Cardiac hypertrophy depends upon sleep blood pressure: a... : Journal of Hypertension (original) (raw)

Original article

a study in rats

Morgan, Trefor O.1,3; Brunner, Hans R.2; Aubert, Jean-Francois2; Wang, Qing2; Griffiths, Cory1; Delbridge, Lea1

1Department of Physiology, University of Melbourne, Australia

2Hypertension Unit, University of Vaud, Lausanne, Switzerland.

3Correspondence and requests for reprints to Professor T.O. Morgan, Department of Physiology, University of Melbourne, Parkville, Victoria 3052, Australia.

Sponsorship: Supported by the National Heart Foundation of Australia and the Roche Foundation, Switzerland.

Tel: +61 3 9344 5846; fax: +61 3 9344 0189; email: [email protected]

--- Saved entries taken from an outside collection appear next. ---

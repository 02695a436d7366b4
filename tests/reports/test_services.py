"""Report life cycle: numbering, drafts, issuing (frozen), share links, downloads, exports."""

import csv
import datetime
import hashlib
import io

import pytest
from django.core.exceptions import PermissionDenied, ValidationError
from django.utils import timezone

from reports import rendering, services
from reports.models import ReportVersion, ShareLink
from reports.results import content_digest, survey_results
from survey.models import Finding, Survey
from tests.reports.conftest import kind_survey


def test_it_numbers_reports_per_organization(report_survey, org, site, thermographer, outsider):
    """Reports of one firm count up; another firm starts its own count."""
    year = timezone.localdate().year
    first = services.report_create(survey=report_survey, user=thermographer.user)
    second = services.report_create(
        survey=kind_survey(org, site, thermographer, "roof"), user=thermographer.user
    )
    assert (first.number, second.number) == (f"R{year}-001", f"R{year}-002")
    assert services.next_report_number(outsider.organization, year) == f"R{year}-001"


def test_it_refuses_a_second_report_for_one_survey(report_survey, thermographer):
    """One survey, one report: the second attempt says which report exists."""
    report = services.report_create(survey=report_survey, user=thermographer.user)
    with pytest.raises(ValidationError, match=report.number):
        services.report_create(survey=report_survey, user=thermographer.user)


def test_it_renders_a_requested_draft_once_with_its_file_digest(draft_version):
    """The draft is rendered (eager Celery on commit), stored with sha256 and page count; a
    second delivery of the render task finds nothing to claim and changes nothing."""
    draft_version.refresh_from_db()
    assert draft_version.status == ReportVersion.Status.READY
    assert (draft_version.progress_pct, draft_version.stage) == (100, "Done")
    data = draft_version.pdf.read()
    assert data.startswith(b"%PDF")
    assert draft_version.sha256 == hashlib.sha256(data).hexdigest()
    # Cover, contents, summary, thermograms and the chapters that follow them on (issue 14).
    assert draft_version.page_count >= 5
    before = (draft_version.pdf.name, draft_version.sha256)
    assert rendering.report_render(draft_version.pk) is False
    draft_version.refresh_from_db()
    assert (draft_version.pdf.name, draft_version.sha256) == before


def test_it_lets_only_reviewers_issue(report_survey, thermographer):
    """A thermographer cannot issue; nothing is queued."""
    report = services.report_create(survey=report_survey, user=thermographer.user)
    with pytest.raises(PermissionDenied):
        services.report_issue(report=report, user=thermographer.user)
    assert not report.versions.exists()


def test_it_freezes_an_issued_version(
    freshly_issued_version, report_survey, reviewer, django_capture_on_commit_callbacks
):
    """Later edits, drafts and repeated renders never change the issued bytes or sha256."""
    issued_version = freshly_issued_version
    assert issued_version.status == ReportVersion.Status.ISSUED
    assert (issued_version.version, issued_version.is_draft) == (1, False)
    data = issued_version.pdf.read()
    assert hashlib.sha256(data).hexdigest() == issued_version.sha256
    conditions = report_survey.conditions
    conditions.indoor_rh_pct = 65.0
    conditions.save()
    Finding.objects.filter(survey=report_survey).update(description="Changed after issue.")
    with django_capture_on_commit_callbacks(execute=True):
        draft = services.report_request_draft(report=issued_version.report, user=reviewer.user)
    assert rendering.report_render(issued_version.pk) is False
    issued_version.refresh_from_db()
    draft.refresh_from_db()
    with issued_version.pdf.open("rb") as handle:
        assert handle.read() == data
    assert hashlib.sha256(data).hexdigest() == issued_version.sha256
    assert draft.content_sha256 != issued_version.content_sha256


def test_it_issues_a_correction_as_a_new_version_with_a_note(
    issued_version, reviewer, django_capture_on_commit_callbacks
):
    """A correction needs a change note, gets number 2, and version 1 stays as it was."""
    report = issued_version.report
    with pytest.raises(ValidationError, match="change note"):
        services.report_issue(report=report, user=reviewer.user)
    with django_capture_on_commit_callbacks(execute=True):
        second = services.report_issue(
            report=report, user=reviewer.user, change_note="Corrected the wall emissivity."
        )
    second.refresh_from_db()
    issued_version.refresh_from_db()
    assert (second.version, second.status) == (2, ReportVersion.Status.ISSUED)
    assert issued_version.status == ReportVersion.Status.ISSUED and issued_version.pdf


def test_it_records_a_failed_render_with_a_message(transactional_db, report_survey, thermographer):
    """A render the database stops half-way fails with a plain message, not a crash, and the
    message shows nothing of the error's internals (they go to the log)."""
    from tests.reliability.test_transactions import database_refuses

    report = services.report_create(survey=report_survey, user=thermographer.user)
    with database_refuses("reports_reportversion", "NEW.stage = 'Laying out the pages'", "UPDATE"):
        version = services.report_request_draft(report=report, user=thermographer.user)
    version.refresh_from_db()
    assert version.status == ReportVersion.Status.FAILED
    assert version.error.startswith("The PDF could not be made")
    assert "refused by the database" not in version.error
    assert not version.pdf


def test_it_shares_only_issued_versions_for_a_bounded_time(issued_version, reviewer, thermographer):
    """Reviewer only; 1–365 days; drafts cannot be shared."""
    with pytest.raises(PermissionDenied):
        services.share_link_create(version=issued_version, user=thermographer.user)
    with pytest.raises(ValidationError, match="1 to 365"):
        services.share_link_create(version=issued_version, user=reviewer.user, days=400)
    draft = ReportVersion.objects.create(report=issued_version.report, version=2)
    with pytest.raises(ValidationError, match="issued"):
        services.share_link_create(version=draft, user=reviewer.user)
    link = services.share_link_create(version=issued_version, user=reviewer.user, days=7)
    assert len(link.token) >= 40
    assert services.share_link_active(link.token) == link


def test_it_ends_a_share_link_on_expiry_or_revocation(issued_version, reviewer):
    """Expired and revoked links no longer resolve."""
    expired = services.share_link_create(version=issued_version, user=reviewer.user)
    ShareLink.objects.filter(pk=expired.pk).update(
        expires_at=timezone.now() - datetime.timedelta(seconds=1)
    )
    revoked = services.share_link_create(version=issued_version, user=reviewer.user)
    services.share_link_revoke(link=revoked, user=reviewer.user)
    assert services.share_link_active(expired.token) is None
    assert services.share_link_active(revoked.token) is None
    assert services.share_link_active("no-such-token") is None


def test_it_exports_findings_as_csv_with_formulas_quoted(report_survey):
    """One row per finding; text that a spreadsheet would run as a formula is quoted."""
    Finding.objects.filter(survey=report_survey).update(location="=HYPERLINK(1)")
    rows = list(csv.DictReader(io.StringIO(services.findings_csv(report_survey))))
    assert len(rows) == 1
    assert rows[0]["level"] == "2" and rows[0]["category"] == "missing_insulation"
    assert rows[0]["category_label"] == "Missing or displaced insulation"
    assert rows[0]["location"] == "'=HYPERLINK(1)"


def test_it_exports_the_survey_results_as_json_data(report_survey):
    """Marks with corrected values, findings, conditions and the check, as plain data."""
    results = survey_results(report_survey)
    marks = results["thermograms"][0]["marks"]
    assert [m["label"] for m in marks] == ["A", "B"]
    assert marks[1]["corrected"]["mean"] < marks[1]["apparent"]["mean"]  # ε 0.93, warm refl.
    assert results["findings"][0]["recommendation"].startswith("Open up")
    assert results["conditions"]["indoor_rh_pct"] == 50.0
    assert results["conditions_check"]
    assert content_digest(results) == content_digest(survey_results(report_survey))


def test_it_logs_every_download(issued_version, reviewer):
    """A download line names the version, the user or link, and the client's address."""
    log = services.download_record(
        version=issued_version, user=reviewer.user, ip_address="192.0.2.7", user_agent="x"
    )
    assert (log.version, log.user, log.ip_address) == (issued_version, reviewer.user, "192.0.2.7")


def test_it_hides_reports_of_deleted_surveys_from_share_links(issued_version, reviewer):
    """A link of a deleted survey stops working."""
    link = services.share_link_create(version=issued_version, user=reviewer.user)
    Survey.objects.filter(pk=issued_version.report.survey_id).update(status=Survey.Status.DELETED)
    assert services.share_link_active(link.token) is None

Received 29 July 1999 Revised 7 December 1999 Accepted 4 January 2000

Abstract

Objective

The objective of this study was to determine whether cardiac hypertrophy in hypertensive rats could be reduced and normalized by intermittent reduction of blood pressure, and to determine whether left ventricular hypertrophy was related to 24 h workload or peak blood pressure responses.

Methods

Hypertension was created by the application of a 0.20 mm clip to the left renal artery. Blood pressure response was monitored using a telemetry system (Data Science International). Blood pressure was reduced for varying periods of the day by giving different doses of captopril in the drinking water or by intra-peritoneal administration. Cardiac size was measured by weighing the ventricles and factoring by the body weight to obtain a cardiac index.

Results

Captopril 75 mg/kg per day and 25 mg/kg per day in the drinking water administered between 1800 and 2000 h lowered the 24 h blood pressure more than captopril 15 mg/kg per day or 5 mg/kg per day intraperitoneally given at 0800 h. Captopril 75 mg/kg per day and captopril 15 mg/kg per day (intra-peritoneal) caused regression of cardiac hypertrophy whereas the other doses had no effect. The best predictor of the cardiac hypertrophy response was the blood pressure between 0800 and 1200 h (i.e. the sleeping blood pressure). Twenty-four hour cardiac work did not correlate with the response.

Conclusion

Cardiac hypertrophy can be reduced by intermittent treatment of elevated blood pressure. It is also caused by intermittent elevation of blood pressure. It appears that the crucial factor is when these alterations in blood pressure take place. An elevated blood pressure during the sleeping hours causes left ventricular hypertrophy, whereas a normal blood pressure during the sleeping hours allows reduction. It is suggested that acute wall stress is the signal to initiate the events that lead to cardiac hypertrophy but this only occurs if the hormonal milieu is appropriate.